Quote exactly, and only, the lines of the material below from the line with "false, size: 25" through the line with "hash: (plain: string) => Promise<string>".

..............................

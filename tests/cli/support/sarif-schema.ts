/**
 * What SARIF requires of everything that the command writes: names, types, limits and which properties must be there.
 * Written from the text of the standard, sections 3.13 to 3.58, since no package of the registry carries its schema; what
 * the command never writes is left out, and is refused here.
 * Source: OASIS, Static Analysis Results Interchange Format (SARIF) Version 2.1.0.
 */
export const sarifSchema = {
  type: 'object',
  required: ['version', 'runs'],
  additionalProperties: false,
  properties: {
    $schema: { type: 'string', format: 'uri' },
    version: { const: '2.1.0' },
    runs: { type: 'array', items: { $ref: '#/$defs/run' } },
  },
  $defs: {
    run: object(['tool'], {
      tool: object(['driver'], {
        driver: object(['name'], {
          name: text(),
          version: text(),
          semanticVersion: text(),
          informationUri: { type: 'string', format: 'uri' },
          rules: list('rule'),
        }),
      }),
      columnKind: { enum: ['utf16CodeUnits', 'unicodeCodePoints'] },
      invocations: { type: 'array', items: object(['executionSuccessful'], { executionSuccessful: { type: 'boolean' }, toolExecutionNotifications: { type: 'array', items: object(['message'], { level: level(), message: ref('message'), locations: list('location') }) } }) },
      results: { type: 'array', items: ref('result') },
    }),
    rule: object(['id'], {
      id: text(),
      name: text(),
      shortDescription: ref('multiformat'),
      fullDescription: ref('multiformat'),
      help: ref('multiformat'),
      defaultConfiguration: object([], { level: level() }),
      properties: bag(),
    }),
    result: object(['message'], {
      ruleId: text(),
      ruleIndex: { type: 'integer', minimum: -1 },
      level: level(),
      message: ref('message'),
      locations: list('location'),
      relatedLocations: list('location'),
      partialFingerprints: { type: 'object', additionalProperties: { type: 'string' } },
      fixes: { type: 'array', uniqueItems: true, items: ref('fix') },
      suppressions: { type: 'array', uniqueItems: true, items: object(['kind'], { kind: { enum: ['inSource', 'external'] }, justification: { type: 'string' } }) },
      properties: bag(),
    }),
    fix: object(['artifactChanges'], {
      description: ref('message'),
      artifactChanges: {
        type: 'array',
        minItems: 1,
        uniqueItems: true,
        items: object(['artifactLocation', 'replacements'], {
          artifactLocation: ref('artifact'),
          replacements: { type: 'array', minItems: 1, items: object(['deletedRegion'], { deletedRegion: ref('region'), insertedContent: object([], { text: { type: 'string' } }) }) },
        }),
      },
    }),
    location: object([], {
      id: { type: 'integer', minimum: -1 },
      message: ref('message'),
      physicalLocation: object(['artifactLocation'], { artifactLocation: ref('artifact'), region: ref('region') }),
      logicalLocations: { type: 'array', uniqueItems: true, items: object([], { name: text(), fullyQualifiedName: text(), kind: text() }) },
    }),
    artifact: object([], { uri: { type: 'string', format: 'uri-reference' }, uriBaseId: text() }),
    region: object([], {
      startLine: { type: 'integer', minimum: 1 },
      startColumn: { type: 'integer', minimum: 1 },
      endLine: { type: 'integer', minimum: 1 },
      endColumn: { type: 'integer', minimum: 1 },
    }),
    message: object(['text'], { text: text(), markdown: text() }),
    multiformat: object(['text'], { text: text(), markdown: text() }),
  },
};

function object(required: string[], properties: Record<string, object>): object {
  return { type: 'object', required, additionalProperties: false, properties };
}

function ref(name: string): object {
  return { $ref: `#/$defs/${name}` };
}

function list(name: string): object {
  return { type: 'array', uniqueItems: true, items: ref(name) };
}

function text(): object {
  return { type: 'string', minLength: 1 };
}

function level(): object {
  return { enum: ['none', 'note', 'warning', 'error'] };
}

function bag(): object {
  return { type: 'object', properties: { tags: { type: 'array', uniqueItems: true, items: { type: 'string' } } } };
}
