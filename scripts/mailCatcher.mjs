import { randomBytes } from 'node:crypto'
import { mkdirSync, renameSync, writeFileSync } from 'node:fs'
import { join } from 'node:path'
import { simpleParser } from 'mailparser'
import { SMTPServer } from 'smtp-server'

// Stands in for a mail server where none is set: takes every message on loopback and keeps it as two files,
// the message as it came (.eml) and what a reader wants of it (.json). Nothing leaves the machine.
const [port, folder] = process.argv.slice(2)
mkdirSync(folder, { recursive: true, mode: 0o700 })

async function keep(stream, envelope) {
  const pieces = []
  for await (const piece of stream) pieces.push(piece)
  const raw = Buffer.concat(pieces)
  const message = await simpleParser(raw)
  const receivedAt = new Date().toISOString()
  const name = `${receivedAt.replaceAll(/[:.]/g, '-')}-${randomBytes(4).toString('hex')}`
  write(`${name}.eml`, raw)
  write(`${name}.json`, `${JSON.stringify({
    receivedAt, from: envelope.mailFrom ? envelope.mailFrom.address : null, to: envelope.rcptTo.map(recipient => recipient.address),
    messageId: message.messageId ?? null, subject: message.subject ?? '', text: message.text ?? '', html: message.html || null,
  }, null, 2)}\n`)
}

/** Under another name first: whoever watches the folder never reads half a message. */
function write(name, content) {
  const beside = join(folder, `.${name}.part`)
  writeFileSync(beside, content, { mode: 0o600 })
  renameSync(beside, join(folder, name))
}

const server = new SMTPServer({
  authOptional: true, disabledCommands: ['STARTTLS', 'AUTH'], disableReverseLookup: true, logger: false, size: 25 * 1024 * 1024,
  onData: (stream, session, done) => keep(stream, session.envelope).then(() => done(), done),
})
server.on('error', (error) => {
  console.error(error.message)
  // A sender that hangs up in the middle is no reason to end; a port that cannot be had is.
  if (!server.server.listening) process.exit(1)
})
server.listen(Number(port), '127.0.0.1')
for (const signal of ['SIGTERM', 'SIGINT']) process.once(signal, () => server.close(() => process.exit(0)))
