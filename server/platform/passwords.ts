import { Hash } from '@adonisjs/hash'
import { Scrypt } from '@adonisjs/hash/drivers/scrypt'

export interface Passwords {
  hash: (plain: string) => Promise<string>
  verify: (hashed: string, plain: string) => Promise<boolean>
  needsRehash: (hashed: string) => boolean
}

/**
 * scrypt in PHC form, through the same package and driver that nuxt-auth-utils uses, so that hashes made by the server,
 * by the start script and by tests are one kind. cost 2^14, block 8: tests pass a lower cost.
 */
export function scryptPasswords(cost = 16_384): Passwords {
  const hash = new Hash(new Scrypt({ cost }))
  return {
    hash: plain => hash.make(plain),
    verify: (hashed, plain) => hash.verify(hashed, plain),
    needsRehash: hashed => hash.needsReHash(hashed),
  }
}
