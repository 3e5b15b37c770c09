const UNREACHABLE = new Set(['ECONNREFUSED', 'ENOTFOUND', 'ETIMEDOUT', 'EHOSTUNREACH', 'ENETUNREACH', 'EAI_AGAIN', 'ECONNRESET'])
/** Access denied for the account, for the account on this schema, and host not allowed. */
const REFUSED = new Set([1045, 1044, 1130, 1698])
const NO_SUCH_SCHEMA = 1049

/** One line on what is wrong with a database connection and what to do; passwords never appear in it. */
export function explain(error: unknown, { name, url }: { name: string, url: string }): string {
  const { host, username, pathname } = new URL(url)
  const schema = pathname.slice(1)
  const { code, errno, message } = error as { code?: string, errno?: number, message?: string }
  if (code !== undefined && UNREACHABLE.has(code)) return `No database answers at ${host} (${code}). Start it, or correct ${name}.`
  if (errno === NO_SUCH_SCHEMA) return `The database server at ${host} has no schema "${schema}". Create it with: CREATE DATABASE ${schema} CHARACTER SET utf8mb4 COLLATE utf8mb4_bin`
  if (errno !== undefined && REFUSED.has(errno)) return `The database server at ${host} refuses the account "${decodeURIComponent(username)}" on "${schema}". Check its name, password, host and rights in ${name}.`
  return `The database at ${host} could not be brought up to date: ${message ?? String(error)}`
}
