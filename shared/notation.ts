/**
 * Texts with raised and lowered parts, as data: `r_1`, `mM^-1 s^-1`, `10^{-6}`, `t_{1/2}`, `χ²_{red}`.
 * The shipped fonts have no U+207B, no raised 0 or 4 to 9 and no lowered digits; such characters are read as notation, so that a
 * screen shows raised and lowered text in the right face whatever the source of the words.
 */
export interface NotationPart { text: string, at: 'base' | 'sup' | 'sub' }

const RAISED = '⁰¹²³⁴⁵⁶⁷⁸⁹⁺⁻ⁿ'
const RAISED_PLAIN = '0123456789+−n'
const LOWERED = '₀₁₂₃₄₅₆₇₈₉'
const MARKED = new RegExp(`([${RAISED}]+)|([${LOWERED}]+)|\\^\\{([^}]*)\\}|_\\{([^}]*)\\}|\\^([-+−]?\\d+(?:\\.\\d+)?)|_(\\d+)`, 'gu')
/** Words for signs that the fonts lack. */
const WORDS: readonly (readonly [RegExp, string])[] = [[/≤ ?/g, 'at most '], [/≥ ?/g, 'at least '], [/≈ ?/g, 'about '], [/ ?→ ?/g, ' to '], [/‡/g, 'act.']]

/**
 * Splits a text into parts at the base line, raised and lowered.
 * A hyphen in a raised part becomes a true minus. Underscores before letters (file names) are left as they are.
 */
export function parseNotation(text: string): NotationPart[] {
  const parts: NotationPart[] = []
  let end = 0
  for (const match of text.matchAll(MARKED)) {
    if (match.index > end) parts.push({ text: inWords(text.slice(end, match.index)), at: 'base' })
    parts.push(partOf(match))
    end = match.index + match[0].length
  }
  if (end < text.length) parts.push({ text: inWords(text.slice(end)), at: 'base' })
  return parts
}

/** The same text on one line, for `title`, `aria-label` and copied text: `mM^-1` stays readable as "mM^−1". */
export function plainNotation(text: string): string {
  return parseNotation(text).map(part => part.at === 'sup' && !/^[²³]$/.test(part.text) ? `^${part.text}` : part.text).join('')
}

function partOf(match: RegExpMatchArray): NotationPart {
  const [, raised, lowered, inBraces, belowInBraces, digitsAbove, digitsBelow] = match
  if (raised !== undefined) return { text: [...raised].map(sign => RAISED_PLAIN[RAISED.indexOf(sign)] ?? sign).join(''), at: 'sup' }
  if (lowered !== undefined) return { text: [...lowered].map(sign => String(LOWERED.indexOf(sign))).join(''), at: 'sub' }
  const above = inBraces ?? digitsAbove
  if (above !== undefined) return { text: above.replaceAll('-', '−'), at: 'sup' }
  return { text: belowInBraces ?? digitsBelow ?? '', at: 'sub' }
}

function inWords(text: string): string {
  return WORDS.reduce((out, [sign, words]) => out.replace(sign, words), text)
}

..............................

Answer to this exercise >>
  authOptional: true, disabledCommands: ['STARTTLS', 'AUTH'], disableReverseLookup: true, logger: false, size: 25 * 1024 * 1024,
  onData: (stream, session, done) => keep(stream, session.envelope).then(() => done(), done),
})
server.on('error', (error) => {
  console.error(error.message)
  // A sender that hangs up in the middle is no reason to end; a port that cannot be had is.
  if (!server.server.listening) process.exit(1)
})
server.listen(Number(port), '127.0.0.1')
for (const signal of ['SIGTERM', 'SIGINT']) process.once(signal, () => server.close(() => process.exit(0)))
filename server/platform/passwords.ts
import { Hash } from '@adonisjs/hash'
import { Scrypt } from '@adonisjs/hash/drivers/scrypt'

export interface Passwords {
  hash: (plain: string) => Promise<string>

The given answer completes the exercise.